[Exercise objective]:
Give back all of the data unchanged. Keep every word as it is.

[Records for the exercise]:
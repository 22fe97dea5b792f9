"""Handbook values of noise and settling, met by whole sheets.

Sources: kT/C and settling in time constants are common practice; the noise bandwidths stand in T. Sobering, "Equivalent
noise bandwidth", technote 1; N ln 2 is printed in a converter pocket reference (TI SLYW038); the noise efficiency
factor is that of M. Steyaert and W. Sansen, 1987, and its value 4.0 for 2.2 uV rms, 7.2 kHz and 16 uA that of
R. Harrison and C. Charles, 2003.
"""

from __future__ import annotations

import math
from pathlib import Path

import pytest

from tests.published.bench import BOLTZMANN, ELEMENTARY_CHARGE, metric, point, solved

EFFICIENCY = "v_noise*sqrt(2*i_total/(pi*u_t*4*k_b*temperature*bandwidth_seen))"


@pytest.mark.parametrize(("load", "microvolts"), [(10e-15, 643.6), (1e-12, 64.36), (10e-12, 20.35)])
def test_thermal_noise_of_a_capacitor(tmp_path: Path, load: float, microvolts: float) -> None:
    """sqrt(kT/C) at 300 K. Two equal devices in weak inversion, each with 2 q I, on the node of a follower make it up:
    4 q I U_T/(4 I C) = kT/C.
    """
    sheet = solved(
        tmp_path,
        "source-follower",
        {
            "bias_current": 1e-9,
            "width": 1e-4,
            "length": 1e-6,
            "bias_width": 1e-4,
            "bias_length": 1e-6,
            "load_capacitance": load,
        },
        bias={"device": "nfet"},
        device={"gate_capacitance": 1e-12},
        temperature=300.0,
    )
    assert point(sheet, "inversion_coefficient") < 1e-4
    assert metric(sheet, "output_noise") == pytest.approx(microvolts * 1e-6, rel=5e-4)


def test_noise_bandwidth_of_one_pole(tmp_path: Path) -> None:
    """1.5708 times the 3-dB bandwidth."""
    sheet = solved(
        tmp_path,
        "common-source",
        {"bias_current": 1e-6, "width": 1e-5, "length": 1e-6},
        bias={"device": "ideal", "output_conductance": 1e-7},
    )
    assert noise_bandwidth(sheet) / metric(sheet, "bandwidth") == pytest.approx(1.5708, rel=1e-5)


def noise_bandwidth(sheet: dict[str, object]) -> float:
    """Of white noise at the input, from what the sheet says."""
    return (metric(sheet, "input_noise") / metric(sheet, "noise_density")) ** 2


def test_noise_bandwidth_of_two_equal_poles(tmp_path: Path) -> None:
    """1.2203 times the 3-dB bandwidth.

    The noisy drive resistance and the gate make the one pole, the output the other.
    """
    gate_capacitance = {"gate_capacitance": 1e-3, "kappa": 1.0}
    choose = {"bias_current": 1e-6, "width": 1e-5, "length": 1e-6}
    bias = {"device": "ideal", "output_conductance": 1e-7}
    (tmp_path / "alone").mkdir()
    alone = solved(tmp_path / "alone", "common-source", choose, bias=bias, device=gate_capacitance)
    entry = metric(alone, "input_capacitance")
    pole = 2 * math.pi * metric(alone, "pole_frequency")
    resistance = 1 / (pole * entry)
    assert resistance * 4 * BOLTZMANN * 300 > 2000 * metric(alone, "noise_density") ** 2
    (tmp_path / "driven").mkdir()
    driven = solved(
        tmp_path / "driven",
        "common-source",
        choose,
        bias=bias,
        device=gate_capacitance,
        assume={"drive_resistance": resistance},
    )
    assert metric(driven, "bandwidth") / metric(driven, "pole_frequency") == pytest.approx(0.6436, rel=1e-3)
    assert noise_bandwidth(driven) / metric(driven, "bandwidth") == pytest.approx(1.2203, rel=1e-3)


@pytest.mark.parametrize(
    ("tolerance", "constants"),
    [
        (1e-2, 4.605),
        (1e-3, 6.908),
        (1e-4, 9.210),
        (2.0**-8, 5.545),  # the pocket reference prints 5.5
        (2.0**-10, 6.93),
        (2.0**-12, 8.32),
        (2.0**-11, 11 * math.log(2)),  # half an LSB of 10 bit: (N + 1) ln 2
    ],
)
def test_settling_in_time_constants(tmp_path: Path, tolerance: float, constants: float) -> None:
    sheet = solved(
        tmp_path,
        "common-source",
        {"bias_current": 1e-6, "width": 1e-5, "length": 1e-6},
        bias={"device": "ideal", "output_conductance": 1e-7},
        assume={"settling_tolerance": tolerance},
    )
    tau = 1 / (2 * math.pi * metric(sheet, "pole_frequency"))
    assert metric(sheet, "settling_time") / tau == pytest.approx(constants, abs=0.006)


def test_noise_efficiency_of_one_device_in_weak_inversion(tmp_path: Path) -> None:
    """1/(sqrt(2) kappa) for one device alone (this model's); sqrt(2)/kappa = 2.02 at kappa 0.7 for a differential pair
    (from memory): twice the noise power and twice the current of the one device.
    """
    sheet = solved(
        tmp_path,
        "common-source",
        {"bias_current": 1e-8, "width": 1e-3, "length": 1e-6},
        bias={"device": "ideal", "output_conductance": 1e-9},
        device={"kappa": 0.7, "gate_capacitance": 1e-12},
        own={"u_t": BOLTZMANN * 300 / ELEMENTARY_CHARGE, "k_b": BOLTZMANN},
        targets={
            "noise_efficiency": {
                "formula": "input_noise*sqrt(2*supply_current/(pi*u_t*4*k_b*temperature*bandwidth))",
                "max": 2.0,
                "unit": "",
            }
        },
    )
    (target,) = sheet["targets"]
    assert target["verdict"] == "met"
    assert target["nominal"] == pytest.approx(1 / (math.sqrt(2) * 0.7), rel=1e-3)
    assert 2 * target["nominal"] == pytest.approx(2.02, rel=2e-3)


def test_noise_efficiency_of_a_published_amplifier(tmp_path: Path) -> None:
    """2.2 uV rms, 7.2 kHz, 16 uA: 4.0. A figure of the sheet's own over the published numbers."""
    sheet = solved(
        tmp_path,
        "common-source",
        {"bias_current": 1e-6, "width": 1e-5, "length": 1e-6},
        bias={"device": "ideal", "output_conductance": 1e-7},
        own={
            "v_noise": 2.2e-6,
            "i_total": 16e-6,
            "bandwidth_seen": 7.2e3,
            "u_t": BOLTZMANN * 300 / ELEMENTARY_CHARGE,
            "k_b": BOLTZMANN,
        },
        targets={"noise_efficiency": {"formula": EFFICIENCY, "max": 4.1, "unit": ""}},
    )
    (target,) = sheet["targets"]
    assert target["nominal"] == pytest.approx(4.0, abs=0.05)


@pytest.mark.parametrize("current", ["4 uA", "4 µA", "4 μA", "0.004 mA", "4000 nA", "4e6 pA", "4e-6 A"])
def test_prefixes_scale_as_the_si_brochure_says(tmp_path: Path, current: str) -> None:
    """SI brochure, ISO/IEC 80000: prefixes and their symbols."""
    sheet = solved(
        tmp_path,
        "common-source",
        {"bias_current": current, "width": 1e-5, "length": 1e-6},
        bias={"device": "ideal", "output_conductance": 1e-7},
    )
    assert sheet["choose"]["bias_current"]["value"] == 4e-6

[Exercise solution]:
repository 22fe97dea5b792f9
"""Handbook values of noise and settling, met by whole sheets.

Sources: kT/C and settling in time constants are common practice; the noise bandwidths stand in T. Sobering, "Equivalent
noise bandwidth", technote 1; N ln 2 is printed in a converter pocket reference (TI SLYW038); the noise efficiency
factor is that of M. Steyaert and W. Sansen, 1987, and its value 4.0 for 2.2 uV rms, 7.2 kHz and 16 uA that of
R. Harrison and C. Charles, 2003.
"""

from __future__ import annotations

import math
from pathlib import Path

import pytest

from tests.published.bench import BOLTZMANN, ELEMENTARY_CHARGE, metric, point, solved

EFFICIENCY = "v_noise*sqrt(2*i_total/(pi*u_t*4*k_b*temperature*bandwidth_seen))"


@pytest.mark.parametrize(("load", "microvolts"), [(10e-15, 643.6), (1e-12, 64.36), (10e-12, 20.35)])
def test_thermal_noise_of_a_capacitor(tmp_path: Path, load: float, microvolts: float) -> None:
    """sqrt(kT/C) at 300 K. Two equal devices in weak inversion, each with 2 q I, on the node of a follower make it up:
    4 q I U_T/(4 I C) = kT/C.
    """
    sheet = solved(
        tmp_path,
        "source-follower",
        {
            "bias_current": 1e-9,
            "width": 1e-4,
            "length": 1e-6,
            "bias_width": 1e-4,
            "bias_length": 1e-6,
            "load_capacitance": load,
        },
        bias={"device": "nfet"},
        device={"gate_capacitance": 1e-12},
        temperature=300.0,
    )
    assert point(sheet, "inversion_coefficient") < 1e-4
    assert metric(sheet, "output_noise") == pytest.approx(microvolts * 1e-6, rel=5e-4)


def test_noise_bandwidth_of_one_pole(tmp_path: Path) -> None:
    """1.5708 times the 3-dB bandwidth."""
    sheet = solved(
        tmp_path,
        "common-source",
        {"bias_current": 1e-6, "width": 1e-5, "length": 1e-6},
        bias={"device": "ideal", "output_conductance": 1e-7},
    )
    assert noise_bandwidth(sheet) / metric(sheet, "bandwidth") == pytest.approx(1.5708, rel=1e-5)


def noise_bandwidth(sheet: dict[str, object]) -> float:
    """Of white noise at the input, from what the sheet says."""
    return (metric(sheet, "input_noise") / metric(sheet, "noise_density")) ** 2


def test_noise_bandwidth_of_two_equal_poles(tmp_path: Path) -> None:
    """1.2203 times the 3-dB bandwidth.

    The noisy drive resistance and the gate make the one pole, the output the other.
    """
    gate_capacitance = {"gate_capacitance": 1e-3, "kappa": 1.0}
    choose = {"bias_current": 1e-6, "width": 1e-5, "length": 1e-6}
    bias = {"device": "ideal", "output_conductance": 1e-7}
    (tmp_path / "alone").mkdir()
    alone = solved(tmp_path / "alone", "common-source", choose, bias=bias, device=gate_capacitance)
    entry = metric(alone, "input_capacitance")
    pole = 2 * math.pi * metric(alone, "pole_frequency")
    resistance = 1 / (pole * entry)
    assert resistance * 4 * BOLTZMANN * 300 > 2000 * metric(alone, "noise_density") ** 2
    (tmp_path / "driven").mkdir()
    driven = solved(
        tmp_path / "driven",
        "common-source",
        choose,
        bias=bias,
        device=gate_capacitance,
        assume={"drive_resistance": resistance},
    )
    assert metric(driven, "bandwidth") / metric(driven, "pole_frequency") == pytest.approx(0.6436, rel=1e-3)
    assert noise_bandwidth(driven) / metric(driven, "bandwidth") == pytest.approx(1.2203, rel=1e-3)


@pytest.mark.parametrize(
    ("tolerance", "constants"),
    [
        (1e-2, 4.605),
        (1e-3, 6.908),
        (1e-4, 9.210),
        (2.0**-8, 5.545),  # the pocket reference prints 5.5
        (2.0**-10, 6.93),
        (2.0**-12, 8.32),
        (2.0**-11, 11 * math.log(2)),  # half an LSB of 10 bit: (N + 1) ln 2
    ],
)
def test_settling_in_time_constants(tmp_path: Path, tolerance: float, constants: float) -> None:
    sheet = solved(
        tmp_path,
        "common-source",
        {"bias_current": 1e-6, "width": 1e-5, "length": 1e-6},
        bias={"device": "ideal", "output_conductance": 1e-7},
        assume={"settling_tolerance": tolerance},
    )
    tau = 1 / (2 * math.pi * metric(sheet, "pole_frequency"))
    assert metric(sheet, "settling_time") / tau == pytest.approx(constants, abs=0.006)


def test_noise_efficiency_of_one_device_in_weak_inversion(tmp_path: Path) -> None:
    """1/(sqrt(2) kappa) for one device alone (this model's); sqrt(2)/kappa = 2.02 at kappa 0.7 for a differential pair
    (from memory): twice the noise power and twice the current of the one device.
    """
    sheet = solved(
        tmp_path,
        "common-source",
        {"bias_current": 1e-8, "width": 1e-3, "length": 1e-6},
        bias={"device": "ideal", "output_conductance": 1e-9},
        device={"kappa": 0.7, "gate_capacitance": 1e-12},
        own={"u_t": BOLTZMANN * 300 / ELEMENTARY_CHARGE, "k_b": BOLTZMANN},
        targets={
            "noise_efficiency": {
                "formula": "input_noise*sqrt(2*supply_current/(pi*u_t*4*k_b*temperature*bandwidth))",
                "max": 2.0,
                "unit": "",
            }
        },
    )
    (target,) = sheet["targets"]
    assert target["verdict"] == "met"
    assert target["nominal"] == pytest.approx(1 / (math.sqrt(2) * 0.7), rel=1e-3)
    assert 2 * target["nominal"] == pytest.approx(2.02, rel=2e-3)


def test_noise_efficiency_of_a_published_amplifier(tmp_path: Path) -> None:
    """2.2 uV rms, 7.2 kHz, 16 uA: 4.0. A figure of the sheet's own over the published numbers."""
    sheet = solved(
        tmp_path,
        "common-source",
        {"bias_current": 1e-6, "width": 1e-5, "length": 1e-6},
        bias={"device": "ideal", "output_conductance": 1e-7},
        own={
            "v_noise": 2.2e-6,
            "i_total": 16e-6,
            "bandwidth_seen": 7.2e3,
            "u_t": BOLTZMANN * 300 / ELEMENTARY_CHARGE,
            "k_b": BOLTZMANN,
        },
        targets={"noise_efficiency": {"formula": EFFICIENCY, "max": 4.1, "unit": ""}},
    )
    (target,) = sheet["targets"]
    assert target["nominal"] == pytest.approx(4.0, abs=0.05)


@pytest.mark.parametrize("current", ["4 uA", "4 µA", "4 μA", "0.004 mA", "4000 nA", "4e6 pA", "4e-6 A"])
def test_prefixes_scale_as_the_si_brochure_says(tmp_path: Path, current: str) -> None:
    """SI brochure, ISO/IEC 80000: prefixes and their symbols."""
    sheet = solved(
        tmp_path,
        "common-source",
        {"bias_current": current, "width": 1e-5, "length": 1e-6},
        bias={"device": "ideal", "output_conductance": 1e-7},
    )
    assert sheet["choose"]["bias_current"]["value"] == 4e-6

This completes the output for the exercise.